10.(3) The signature of the testator on a will does not operate to give effect to a disposition or direction that is underneath or follows that signature, or that is inserted in the will after that signature is made.”
Subsection 10(3) follows the Wills Act Amendment Act 1852 (UK) s 1 and similar provisions in other jurisdictions. The dispositions on page 2 of the will cannot be described as “underneath” the signature on page 1. The question is whether they “follow” that signature. In Cinnamon v the Public Trustee for Tasmania (1934) 51 CLR 403 at 412 Gavan Duffy CJ and Dixon J said of a similar provision:
“In the present case the legacies set out on the third page are certainly not ‘underneath’ the signature on the first page. It is not so clear that they do not ‘follow’ it. This expression refers to sequence or order. But in a written document the sequence or order is established by the writer. If upon inspection the arrangement which he has adopted appears and adherence to that arrangement results in a writing which terminates in the signature, the circumstance is not fatal that, according to a conventional use of the paper, the signature is upon an earlier fold or side, or even stands higher on the same side than part of the written matter.”

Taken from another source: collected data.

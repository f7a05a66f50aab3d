"""The invented demo fleet: determinism, formats, physics and the planted stories.

Outside references used here:
* pint (PyPI) for unit conversions, independent of fleetdb.units;
* ambiance (PyPI, ICAO Standard Atmosphere 1993, Doc 7488/3) for ambient pressure;
* the polytropic relation p_g = (p_baro - v) * CR**n - p_baro (domain.md §3.1 (a)), with
  the worked values of domain.md §9 row 12 (computed);
* OLS prediction intervals, Montgomery, Peck & Vining ch. 2 eq. (2.45) (domain.md §6.1 (a)),
  with Student-t quantiles from scipy.
"""

from __future__ import annotations

import datetime as dt
import itertools
import re
import warnings

import numpy as np
import pandas as pd
import pint
import pytest
from ambiance import Atmosphere
from scipy import stats

import demo_fleet
from demo_fleet import model
from demo_fleet.__main__ import main

AS_OF = dt.date(2025, 6, 30)
UREG = pint.UnitRegistry()
KPA = {u: UREG.Quantity(1.0, u).to("kPa").magnitude for u in ("psi", "kPa", "bar", "inHg")}
P0_KPA = 101.325  # ICAO / ISO 2533 sea-level pressure

# design.md, "Import formats": the columns, in order.
FLEET_COLUMNS = ["fleet_no", "site", "engine_family", "in_service", "hours_per_week",
                 "site_elevation_m", "fuel", "cylinders", "banks", "compression_ratio",
                 "min_compression", "compression_units", "min_ratio"]
TESTS_COLUMNS = ["fleet_no", "tested_at", "hours", "kind", "cylinder", "value", "units",
                 "battery_v", "crank_rpm", "engine_temp_c", "baro_kpa", "throttle_open",
                 "technician", "note"]
EVENTS_COLUMNS = ["fleet_no", "date", "hours", "kind", "cylinders", "note"]
KINDS = {"compression", "wet", "leakdown", "relative", "vacuum_cranking", "vacuum_idle"}
UNITS = {"psi", "kPa", "bar", "inHg", "mmHg", "%"}
EVENT_KINDS = {"overhaul", "head", "valves", "rings", "throttle", "control_module", "other"}
LEVELS = {"act", "plan", "retest", "watch", "sound"}
CODES = {"below_minimum", "spread_over_limit", "single_low", "adjacent_pair_low",
         "all_low_restriction", "weak_battery", "slow_cranking", "cold_engine", "sudden_drop",
         "projected_limit", "wear_faster_than_family", "test_overdue", "rings_suspected",
         "valves_suspected"}


@pytest.fixture(scope="module")
def demo() -> demo_fleet.DemoFleet:
    return demo_fleet.build(as_of=AS_OF, seed=42)


@pytest.fixture(scope="module")
def families(demo) -> pd.DataFrame:
    return _families(demo)


@pytest.fixture(scope="module")
def dry(demo, families) -> pd.DataFrame:
    return _dry(demo, families)


def _families(demo) -> pd.DataFrame:
    """Family attributes, carried on the first row of each family."""
    first = demo.fleet.dropna(subset=["fuel"]).set_index("engine_family")
    first["min_kpa"] = first["min_compression"] * first["compression_units"].map(KPA)
    # the invented family wear rates (README.md), as kPa per hour (negative: a loss)
    first["design_kpa_per_h"] = [-demo_fleet.FAMILIES[f].wear_psi_per_hour * KPA["psi"]
                                 for f in first.index]
    return first


def _dry(demo, families) -> pd.DataFrame:
    """Dry compression readings with sea-level-normalised kPa and validity of their test."""
    sites = demo.fleet.dropna(subset=["site_elevation_m"]).set_index("site")["site_elevation_m"]
    unit = demo.fleet.set_index("fleet_no")
    t = demo.tests
    tests = t[t["kind"] == "compression"].copy()
    tests["family"] = unit.loc[tests["fleet_no"], "engine_family"].to_numpy()
    tests["site"] = unit.loc[tests["fleet_no"], "site"].to_numpy()
    isa = Atmosphere(sites.loc[tests["site"]].to_numpy()).pressure / 1000.0
    tests["baro_used"] = tests["baro_kpa"].fillna(pd.Series(isa, index=tests.index))
    tests["kpa"] = tests["value"] * tests["units"].map(KPA)
    tests["sl_kpa"] = tests["kpa"] * P0_KPA / tests["baro_used"]
    cranking = t[t["kind"] == "vacuum_cranking"].set_index(["fleet_no", "tested_at"])["value"]
    vac = cranking.reindex(pd.MultiIndex.from_frame(tests[["fleet_no", "tested_at"]]))
    diesel = families.loc[tests["family"], "fuel"].to_numpy() == "diesel"
    # Validity gates, domain.md: D4 9.6 V at >= 20 degC (a); D2 150 rpm (c), D3 140 rpm
    # diesel (a); D8 3 inHg with the throttle held open (b/c).
    tests["valid"] = ((tests["battery_v"] >= 9.6)
                      & (tests["crank_rpm"] >= np.where(diesel, 140, 150))
                      & ~(vac.to_numpy() > 3.0))
    tests["min_kpa"] = families.loc[tests["family"], "min_kpa"].to_numpy()
    return tests


def _ols_lower(x: np.ndarray, y: np.ndarray, x0: np.ndarray, two_sided: bool
               ) -> tuple[np.ndarray, float, float]:
    """Lower 95 % prediction bound at x0 (Montgomery et al., eq. 2.45), slope, and Fieller's
    g = t^2 s^2 / (b1^2 Sxx) (domain.md §6.2; g >= 1: slope not significant, no crossing)."""
    fit = stats.linregress(x, y)
    n = len(x)
    s = np.sqrt(np.sum((y - fit.intercept - fit.slope * x) ** 2) / (n - 2))
    sxx = np.sum((x - x.mean()) ** 2)
    t = stats.t.ppf(0.975 if two_sided else 0.95, n - 2)
    half = t * s * np.sqrt(1 + 1 / n + (x0 - x.mean()) ** 2 / sxx)
    g = (t * s) ** 2 / (fit.slope**2 * sxx) if fit.slope != 0 else np.inf
    return fit.intercept + fit.slope * x0 - half, fit.slope, g


def _current_life(dry: pd.DataFrame, demo) -> pd.DataFrame:
    """Valid tests after each unit's last overhaul."""
    overhaul = demo.events[demo.events["kind"] == "overhaul"].groupby("fleet_no")["date"].max()
    since = overhaul.reindex(dry["fleet_no"]).to_numpy()
    keep = pd.isna(since) | (dry["tested_at"].to_numpy() > since)
    return dry[keep & dry["valid"].to_numpy()]


def _story(demo, story_id: str) -> demo_fleet.Story:
    return next(s for s in demo.stories if s.story == story_id)


def _latest(frame: pd.DataFrame, fleet_no: str) -> pd.DataFrame:
    own = frame[frame["fleet_no"] == fleet_no]
    return own[own["tested_at"] == own["tested_at"].max()]


# ---------------------------------------------------------------- determinism, formats


def test_same_seed_and_day_give_identical_bytes(tmp_path, demo):
    with warnings.catch_warnings():
        # the demo curation settled every unit meant to be sound
        warnings.filterwarnings("error", message="demo curation")
        again = demo_fleet.build(as_of=AS_OF, seed=42)
    for name in ("fleet", "tests", "events"):
        pd.testing.assert_frame_equal(getattr(demo, name), getattr(again, name))
    first = demo.write_csv(tmp_path / "a")
    second = again.write_csv(tmp_path / "b")
    assert sorted(first) == ["events", "fleet", "tests"]
    for name in first:
        assert first[name].read_bytes() == second[name].read_bytes()
    other = demo_fleet.build(as_of=AS_OF, seed=7)
    assert not other.tests["value"].equals(demo.tests["value"])


def test_csv_holds_exactly_the_text_frames(tmp_path, demo):
    paths = demo.write_csv(tmp_path)
    for name, frame in demo.text_frames().items():
        back = pd.read_csv(paths[name], dtype=str, keep_default_na=False)
        pd.testing.assert_frame_equal(back, frame.astype(str), check_dtype=False)


def test_columns_are_the_import_formats(demo):
    assert list(demo.fleet.columns) == FLEET_COLUMNS
    assert list(demo.tests.columns) == TESTS_COLUMNS
    assert list(demo.events.columns) == EVENTS_COLUMNS


@pytest.mark.parametrize("as_of", [dt.date(2024, 3, 3), dt.date(2026, 1, 15)])
def test_as_of_is_the_last_day_and_history_spans_three_years(as_of):
    built = demo_fleet.build(as_of=as_of, seed=3)
    days = built.tests["tested_at"].dt.date
    assert days.max() == as_of
    assert days.min() <= as_of - dt.timedelta(days=3 * 365 + 1)
    assert (built.events["date"].dt.date <= as_of).all()
    assert (built.fleet["in_service"].dt.date < days.groupby(built.tests["fleet_no"]).min()
            .reindex(built.fleet["fleet_no"]).to_numpy()).all()


def test_as_of_defaults_to_today():
    built = demo_fleet.build(seed=1)
    assert built.as_of == dt.date.today()
    assert built.tests["tested_at"].dt.date.max() == dt.date.today()


def test_sites_at_sea_level_1000_m_and_1700_m(demo):
    elevations = demo.fleet["site_elevation_m"].dropna().to_numpy()
    assert demo.fleet["site"].nunique() == len(elevations) >= 3
    assert (elevations < 50).any()
    assert ((elevations > 900) & (elevations < 1100)).any()
    assert ((elevations > 1600) & (elevations < 1800)).any()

And in Will of Witts [1962] NSWR 1045 Myers J said –
“It must now be taken to be established that the ‘foot or end’ of a will for this purpose is not necessarily the foot or end physically; that is, the execution need not physically follow the whole of the dispositive provisions.
………………….
All that is required is some admissible evidence that satisfies the Court that the subsequent portion was intended to form part of the earlier, was written prior to execution and was intended to be authenticated by it.”
See also In the Will of Smith [1965] Qd R 177 and In re Brown [1944] VLR 24.

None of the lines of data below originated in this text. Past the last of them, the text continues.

def _pressure_summary(res: cap.PressureResult) -> dict[str, Any]:
    return {"events": int(res.peaks_kpa.size), "first_kpa": _round(res.first_kpa),
            "settled_kpa": _round(res.settled_kpa), "first_pct": _round(res.first_pct),
            "events_to_90pct": res.events_to_90pct, "crank_rpm": _round(res.crank_rpm),
            "intake_depression_kpa": _round(res.intake_depression_kpa, 2),
            "peaks_kpa": [_round(p) for p in res.peaks_kpa],
            "peak_times_s": [_round(t, 4) for t in res.peak_times_s],
            "depression_by_cycle_kpa": [_round(d, 2) for d in res.depression_by_cycle_kpa],
            "rpm_by_cycle": [_round(r) for r in res.rpm_by_cycle]}


def _pressure_findings(ch: Channel, res: cap.PressureResult) -> list[dict[str, Any]]:
    limit = DEFAULTS["cranking_vacuum_max_throttle_open"]
    if res.intake_depression_kpa <= limit.kpa:
        return []
    return [{"code": "intake_depression_deep", "column": ch.column, "cylinder": ch.cylinder,
             "numbers": {"depression_kpa": _round(res.intake_depression_kpa, 2),
                         "limit_kpa": _round(limit.kpa, 2)},
             "text": f"Cylinder {ch.cylinder} falls {res.intake_depression_kpa:.1f} kPa "
                     f"({from_kpa(res.intake_depression_kpa, 'inHg'):.1f} inHg) below ambient "
                     "on its intake strokes: with the throttle held open it should stay near "
                     "0, so the intake is restricted or the throttle stays shut; every reading "
                     f"of this test is then low (limit {limit.value:g} {limit.unit}, fleetdb "
                     f"default, {limit.source})."}]
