"""Unit health, stored weekly: refresh the fleet or a few units, serve the board from it.

The analysis itself is :func:`fleetdb.assess.assess`; this module feeds it from the store
and keeps its results: one ``health_snapshot`` row per unit and week (the board reads
only these, never recomputing per request) and one ``family_wear`` row per family and
week (so that refreshing one unit after a logged test pools with its family's stored
statistics instead of re-reading the whole family).
"""

from __future__ import annotations

import datetime as dt
import gc
import json
import multiprocessing as mp
import multiprocessing.connection as mp_connection
import os
import queue
import sys
import threading
import traceback
from collections.abc import Callable
from dataclasses import dataclass
from typing import Any

import numpy as np
import pandas as pd
from sqlalchemy import text
from sqlalchemy.engine import Connection, Engine

from fleetdb import assess as assess_mod
from fleetdb import fleetfit, frames, malloc
from fleetdb.assess import LEVEL_RANK, LEVELS, Assessment
from fleetdb.db import stamp
from fleetdb.views import unit_id_for

__all__ = ["LEVELS", "board", "refresh_fleet", "refresh_units", "test_verdict", "unit_report",
           "week_start"]


def week_start(day: dt.date) -> dt.date:
    """The Monday of ``day``'s ISO week."""
    return day - dt.timedelta(days=day.weekday())


def _as_of(day: dt.date | None) -> tuple[dt.date, pd.Timestamp]:
    day = day or dt.date.today()
    return day, pd.Timestamp(day) + pd.Timedelta(hours=23, minutes=59, seconds=59)


def _date(value: Any) -> dt.date | None:
    return None if value is None or pd.isna(value) else pd.Timestamp(value).date()


def _float(value: Any) -> float | None:
    return None if value is None or pd.isna(value) else float(value)


def _int(value: Any) -> int | None:
    return None if value is None or pd.isna(value) else int(value)


def _stored_family_params(conn: Connection, week: dt.date) -> pd.DataFrame | None:
    """The latest stored family statistics at or before ``week``, keyed like assess groups."""
    rows = conn.execute(text(
        "SELECT w.family_id, w.mean_slope, w.tau2, w.pooled_sd, w.n_series, w.mean_slope_se, "
        "w.pooled_df, w.spread_mean_slope, w.spread_tau2, w.spread_pooled_sd, "
        "w.spread_mean_slope_se, w.spread_pooled_df FROM family_wear w WHERE w.week_start = "
        "(SELECT MAX(week_start) FROM family_wear WHERE week_start <= :w)"),
        {"w": week}).all()
    if not rows:
        return None
    out = []
    for r in rows:
        out.append((r[0], r[1], r[5], r[2], r[3], r[6], r[4]))
        out.append((-1 - r[0], r[7], r[10], r[8], r[9], r[11], r[4]))
    frame = pd.DataFrame(out, columns=["group", "family_mu", "family_mu_se", "family_tau2",
                                       "family_noise_sd", "family_noise_df", "n_series"])
    frame = frame.set_index("group")[fleetfit.FAMILY_PARAM_COLUMNS]
    return frame.astype(float)


#: Columns of a snapshot row, in the order :func:`_snapshot_rows` gives them.
_SNAPSHOT_COLUMNS = ("unit_id", "week_start", "as_of", "level", "main_code", "main_text",
                     "reasons_json", "last_test_id", "last_tested_at", "last_hours",
                     "projected_hours", "projected_hours_early", "projected_date",
                     "projected_date_early", "wear_kpa_per_1000h", "computed_at",
                     "limits_version")


def _json_encoders() -> tuple[Callable[[str], str], Callable[[Any], str]]:
    """JSON text of a string and of any value, as ``json.dumps(..., ensure_ascii=False)``
    writes them: json's own C encoders called directly where this Python has them, without
    the per-call set-up that is most of the time for 100,000 small objects."""
    plain = json.JSONEncoder(ensure_ascii=False)
    try:
        encoder = json.encoder.c_make_encoder(
            None, plain.default, json.encoder.encode_basestring, None, ": ", ", ", False,
            False, True)
    except (TypeError, AttributeError):  # no C encoder, or another signature
        return plain.encode, plain.encode
    return json.encoder.encode_basestring, lambda value: "".join(encoder(value, 0))


def _reasons_json(rr: pd.DataFrame) -> dict[int, str]:
    """Each unit's reasons as the JSON array stored in its snapshot row.

    Built from whole columns, one reason a string, then joined per unit: the same text as
    ``json.dumps`` of the list of reason objects (keys code, level, text, numbers, test_id).
    """
    if rr.empty:
        return {}
    text, numbers = _json_encoders()
    test_ids = ["null" if v is pd.NA else str(int(v))
                for v in pd.array(rr["test_id"].to_numpy(dtype=object), dtype="Int64").tolist()]
    # Codes and levels are plain identifiers (checks.CODES, LEVELS): no escaping to do.
    items = [f'{{"code": "{c}", "level": "{lv}", "text": {text(t)}, '
             f'"numbers": {numbers(n)}, "test_id": {i}}}'
             for c, lv, t, n, i in zip(rr["code"].tolist(), rr["level"].tolist(),
                                       rr["text"].tolist(), rr["numbers"].tolist(), test_ids,
                                       strict=True)]
    unit = rr["unit_id"].to_numpy(np.int64)
    order = np.argsort(unit, kind="stable")  # a unit's reasons keep their order
    unit = unit[order]
    starts = np.flatnonzero(np.r_[True, unit[1:] != unit[:-1]])
    ends = np.r_[starts[1:], len(unit)]
    ordered = [items[i] for i in order.tolist()]
    return {int(unit[a]): "[" + ", ".join(ordered[a:b]) + "]"
            for a, b in zip(starts.tolist(), ends.tolist(), strict=True)}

In the present case there is nothing such as “PTO” or “over” on page 1 expressly to indicate that page 2 was intended to be read as part of the will. Further, as counsel for the respondents highlighted, there is an inconsistency between pages 1 and 2: on page 1 there are two beneficiaries named, while of page 2 there is a third (the Bell family). Unlike some of the reported cases on provisions similar to s 10(3), page 2 is not a continuum of what appears on page 1.
However, there is the evidence of the attesting witnesses that page 2 was completed before the will was signed on page 1, the handwritten material on pages 1 and 2 is all in the writing of the deceased, and it appears all to have been produced with the same pen. Although the names of two beneficiaries appear in the dispositive provision on page 1, that provision is incomplete in that it does not contain any description of the property they were to be given. In my view there is sufficient evidence to establish that the deceased intended that page 2 form part of the will. Accordingly, probate should be granted of both pages 1 and 2, subject to the formal requirements of the Registry.
Both counsel asked me to rule upon the proper construction of clause 2 on page 1 in the event that only page 1 was admitted to probate. It is unnecessary for me to do so in the circumstances. Suffice it to say that, in leaning against an intestacy, I would have been inclined to hold that the two named beneficiaries took the whole estate as tenants in common in equal shares.
Order: That probate of pages 1 and 2 of the will dated 22 February 2000 and the codicil dated 22 February 2000 issue subject to the formal requirements of the Registrar.